Problem requirements: Whenever a line in the following entries includes "group", tally it. Report nothing except the final count.

*** Entries shown ***

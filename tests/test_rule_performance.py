"""performance.hill: the current the heaviest rider's climb needs, against the current limit
and the motor's rated current."""

from __future__ import annotations

import math
import re
from dataclasses import replace
from typing import Any

import pytest
from firstride_rules.performance.hill import RULE

from reviewer.findings import Finding, Severity, Source
from reviewer.profile import Limit
from reviewer.session import default_profile
from reviewer.testing import rule_outputs, run_rule_on, variant
from reviewer.units import quantity

G, RHO = 9.80665, 1.225  # CGPM standard gravity; ISA sea-level air density
KT = 60 / (2 * math.pi * 100)  # N m/A for 100 rpm/V (SI definition of Kt)

# An invented kart: 10S lithium pack, one brushed motor rated 20 A continuous, a 30 A current
# limit, 5:1 belt reduction on a 200 mm wheel, and a 10 % hill on the builder's usual route.
KART: dict[str, Any] = {
    "vehicle": {"name": "test kart", "kind": "kart", "mass": "20 kg"},
    "riders": [
        {"name": "Ada", "mass": "80 kg", "class": "adult"},
        {"name": "Kim", "mass": "40 kg", "class": "youth"},
    ],
    "battery": {"chemistry": "li-ion", "cells_series": 10},
    "motors": [
        {
            "name": "rear",
            "type": "brushed",
            "kv": "100 rpm/V",
            "winding_resistance": "0.1 ohm",
            "no_load_current": "1 A",
            "rated_current": "30 A",
        }
    ],
    "controller": {"motor_current_limit": "30 A"},
    "drivetrain": {
        "motor_pulley_teeth": 12,
        "wheel_pulley_teeth": 60,
        "wheel_diameter": "200 mm",
        "efficiency": "90 %",
    },
    "usage": {"rolling_resistance": 0.01, "drag_area": "0.5 m^2", "steepest_grade": "10 %"},
}


def kart(**changes: Any) -> dict[str, Any]:
    return variant(KART, **changes)


def climb(data: dict[str, Any], profile: Any = None) -> Finding:
    findings = run_rule_on(RULE, data, profile)
    assert len(findings) == 1, [f.subject for f in findings]
    return findings[0]


def needed_current(
    mass: float, grade: float, speed_kmh: float, reduction: float, crr: float = 0.01
) -> float:
    # road-load equation on a grade, ISA rho, CGPM g: F = m g (Crr cos + sin) + 0.5 rho CdA v^2;
    # shaft torque F r / (reduction x 0.9); I = T / Kt + I0 (T = Kt (I - I0), Chapman)
    theta = math.atan(grade / 100)
    speed = speed_kmh / 3.6
    force = mass * G * (crr * math.cos(theta) + math.sin(theta)) + 0.5 * RHO * 0.5 * speed**2
    return force * 0.1 / (reduction * 0.9) / KT + 1.0


def test_rule_id() -> None:
    assert RULE.id == "performance.hill"


def test_climb_current_of_the_heaviest_rider_matches_the_road_load() -> None:
    # Ada (100 kg with the kart) at walking pace (5 km/h, profile, common practice) up 10 %:
    # 107.9 N at the wheel, 26.1 A
    expected = needed_current(100.0, 10.0, 5.0, 5.0)
    assert expected == pytest.approx(26.12, abs=0.01)
    finding = climb(kart())
    assert "Ada" in finding.subject
    assert finding.measured.m_as("A") == pytest.approx(expected, rel=1e-6)
    assert finding.severity is Severity.PASS  # within the 30 A limit and the 30 A rating


def test_road_load_check_value_through_the_rule() -> None:
    # domain brief check value (road-load equation, ISA, CGPM): 100 kg, Crr 0.01, CdA 0.6 m^2,
    # 25 km/h on the flat takes 27.53 N; through 5:1 at 90 % on 0.1 m that is
    # 27.53 x 0.1 / 4.5 / Kt + 1 A = 7.41 A
    profile = default_profile()
    key = "performance.hill.climb_speed"
    limits = {**profile.limits, key: Limit(key, quantity(25, "km/h"), Source("test profile"))}
    data = kart(usage={"rolling_resistance": 0.01, "drag_area": "0.6 m^2", "steepest_grade": "0 %"})
    finding = climb(data, replace(profile, limits=limits))
    assert finding.measured.m_as("A") == pytest.approx(27.53 * 0.1 / 4.5 / KT + 1.0, abs=0.005)


def test_current_limit_below_the_climb_is_fix() -> None:
    # 26.1 A needed against a 20 A limit: the vehicle stalls on the hill
    finding = climb(kart(controller={"motor_current_limit": "20 A"}))
    assert finding.severity is Severity.FIX
    assert finding.limit.m_as("A") == pytest.approx(20.0)
    assert "stalls" in finding.rationale


def test_stall_remedies_climb_when_rerun() -> None:
    # torque balance: Kt (20 A - 1 A) x (60 / n) x 0.9 / 0.1 m >= 107.9 N gives n <= 9 teeth;
    # a current limit of ceil(26.1 A) = 27 A also climbs
    data = kart(controller={"motor_current_limit": "20 A"})
    finding = climb(data)
    teeth = re.search(r"motor pulley of (\d+) teeth", finding.remedy or "")
    limit = re.search(
        r"current limit \(controller\.motor_current_limit\) to at least (\d+) A",
        finding.remedy or "",
    )
    assert teeth and limit, finding.remedy
    assert int(teeth.group(1)) == 9
    assert int(limit.group(1)) == 27
    regeared = climb(
        kart(controller={"motor_current_limit": "20 A"}, drivetrain__motor_pulley_teeth=9)
    )
    assert regeared.severity is not Severity.FIX
    unchanged = climb(
        kart(controller={"motor_current_limit": "20 A"}, drivetrain__motor_pulley_teeth=10)
    )
    assert unchanged.severity is Severity.FIX
    assert climb(kart(controller={"motor_current_limit": "27 A"})).severity is not Severity.FIX
    assert climb(kart(controller={"motor_current_limit": "26 A"})).severity is Severity.FIX


def test_ratio_remedy_climbs_when_rerun() -> None:
    drivetrain = {"ratio": 5.0, "wheel_diameter": "200 mm", "efficiency": "90 %"}
    data = kart(controller={"motor_current_limit": "20 A"}, drivetrain=drivetrain)
    finding = climb(data)
    match = re.search(r"reduction of at least ([\d.]+):1", finding.remedy or "")
    assert match, finding.remedy
    ratio = float(match.group(1))
    # torque balance as above: the least reduction is 107.9 x 0.1 / (0.9 Kt x 19 A) = 6.61
    assert ratio == pytest.approx(6.61, abs=0.01)
    rerun = climb(
        kart(controller={"motor_current_limit": "20 A"}, drivetrain={**drivetrain, "ratio": ratio})
    )
    assert rerun.severity is not Severity.FIX


def test_climb_above_the_rated_current_is_advise_and_regearing_passes_when_rerun() -> None:
    # 26.1 A needed, within the 30 A limit but above a 20 A rating: copper loss (26.1/20)^2 =
    # 1.71 x the rated loss (I^2 R)
    data = kart()
    data["motors"][0]["rated_current"] = "20 A"
    finding = climb(data)
    assert finding.severity is Severity.ADVISE
    assert finding.limit.m_as("A") == pytest.approx(20.0)
    assert "1.71 x the rated copper loss" in finding.rationale
    match = re.search(r"motor pulley of (\d+) teeth", finding.remedy or "")
    assert match, finding.remedy
    # torque balance: Kt (20 A - 1 A) x (60 / n) x 0.9 / 0.1 m >= 107.9 N gives n <= 9 teeth
    assert int(match.group(1)) == 9
    data["drivetrain"]["motor_pulley_teeth"] = int(match.group(1))
    rerun = climb(data)
    assert rerun.severity is Severity.PASS
    assert rerun.measured.m_as("A") == pytest.approx(
        needed_current(100.0, 10.0, 5.0, 60 / int(match.group(1))), rel=1e-6
    )


def test_voltage_limited_drive_that_cannot_climb_at_any_gearing() -> None:
    # no current limit: a 2S pack (8.4 V) through a 0.5 ohm winding gives at most 16.8 A at
    # standstill, and less as it turns: 10 % needs far more
    data = kart(battery={"chemistry": "li-ion", "cells_series": 2}, controller=None)
    data["motors"][0]["winding_resistance"] = "0.5 ohm"
    finding = climb(data)
    assert finding.severity is Severity.FIX
    assert finding.limit.m_as("A") < 8.4 / 0.5
    assert "pack through the winding" in finding.rationale


def test_steepest_grade_figure_is_where_the_climb_just_holds() -> None:
    # the reported steepest grade, fed back as the grade ridden, needs the drive's whole
    # current at walking pace (the 20 A limit)
    data = kart(controller={"motor_current_limit": "20 A"})
    _, figures, _ = rule_outputs(RULE, data)
    (figure,) = [f for f in figures if f.name.startswith("steepest grade held")]
    grade = figure.value.m_as("percent")
    assert 0 < grade < 10
    at_limit = climb(
        kart(controller={"motor_current_limit": "20 A"}, usage__steepest_grade=f"{grade} %")
    )
    assert at_limit.measured.m_as("A") == pytest.approx(20.0, rel=1e-6)
    assert at_limit.severity is not Severity.FIX


def test_defaults_are_the_conservative_ones_for_a_hill() -> None:
    # profile defaults for hills: Crr 0.02 (common practice) and 85 % efficiency, both of
    # which raise the current a climb needs
    data = kart(usage={"steepest_grade": "10 %", "drag_area": "0.5 m^2"})
    data["drivetrain"].pop("efficiency")
    findings, _, notes = rule_outputs(RULE, data)
    texts = " ".join(note.text for note in notes)
    assert "Crr 0.02 taken for hills" in texts
    assert "85 % taken for hills" in texts
    expected = needed_current(100.0, 10.0, 5.0, 5.0 * 0.85 / 0.9, crr=0.02)
    assert findings[0].measured.m_as("A") == pytest.approx(expected, rel=1e-6)


def test_no_grade_is_unassessed() -> None:
    finding = climb(kart(usage__steepest_grade=None))
    assert finding.severity is Severity.UNASSESSED
    assert finding.missing == ("usage.steepest_grade",)


def test_missing_inputs_are_named() -> None:
    data = kart(riders=[], drivetrain__wheel_diameter=None)
    finding = climb(data)
    assert finding.severity is Severity.UNASSESSED
    assert set(finding.missing) == {"riders", "drivetrain.wheel_diameter"}


def test_missing_rated_current_is_unassessed_when_it_climbs() -> None:
    data = kart()
    data["motors"][0].pop("rated_current")
    finding = climb(data)
    assert finding.severity is Severity.UNASSESSED
    assert finding.missing == ("motors[0].rated_current",)
    # a stall needs no rating to judge
    data["controller"]["motor_current_limit"] = "20 A"
    assert climb(data).severity is Severity.FIX


def test_an_unstated_current_basis_climbs_on_the_least_torque() -> None:
    # brief 11: under field-oriented drive a peak-quoted amp gives (sqrt 3 / 2) Ke_LL of
    # torque, an rms-quoted one sqrt(3/2) Ke_LL; left unsaid, a hill is judged on the smaller
    motor = {**KART["motors"][0], "type": "brushless"}

    def brushless(**controller: str) -> dict[str, Any]:
        limits = {"drive": "field-oriented", "motor_current_limit": "22 A", **controller}
        return kart(motors=[motor], controller=limits)

    peak = climb(brushless(motor_current_basis="peak"))
    rms = climb(brushless(motor_current_basis="rms"))
    unstated = climb(brushless())
    assert unstated.severity == peak.severity and unstated.rationale == peak.rationale
    assert rms.rationale != peak.rationale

*** End of Entries shown ***

Solution to this exercise: 6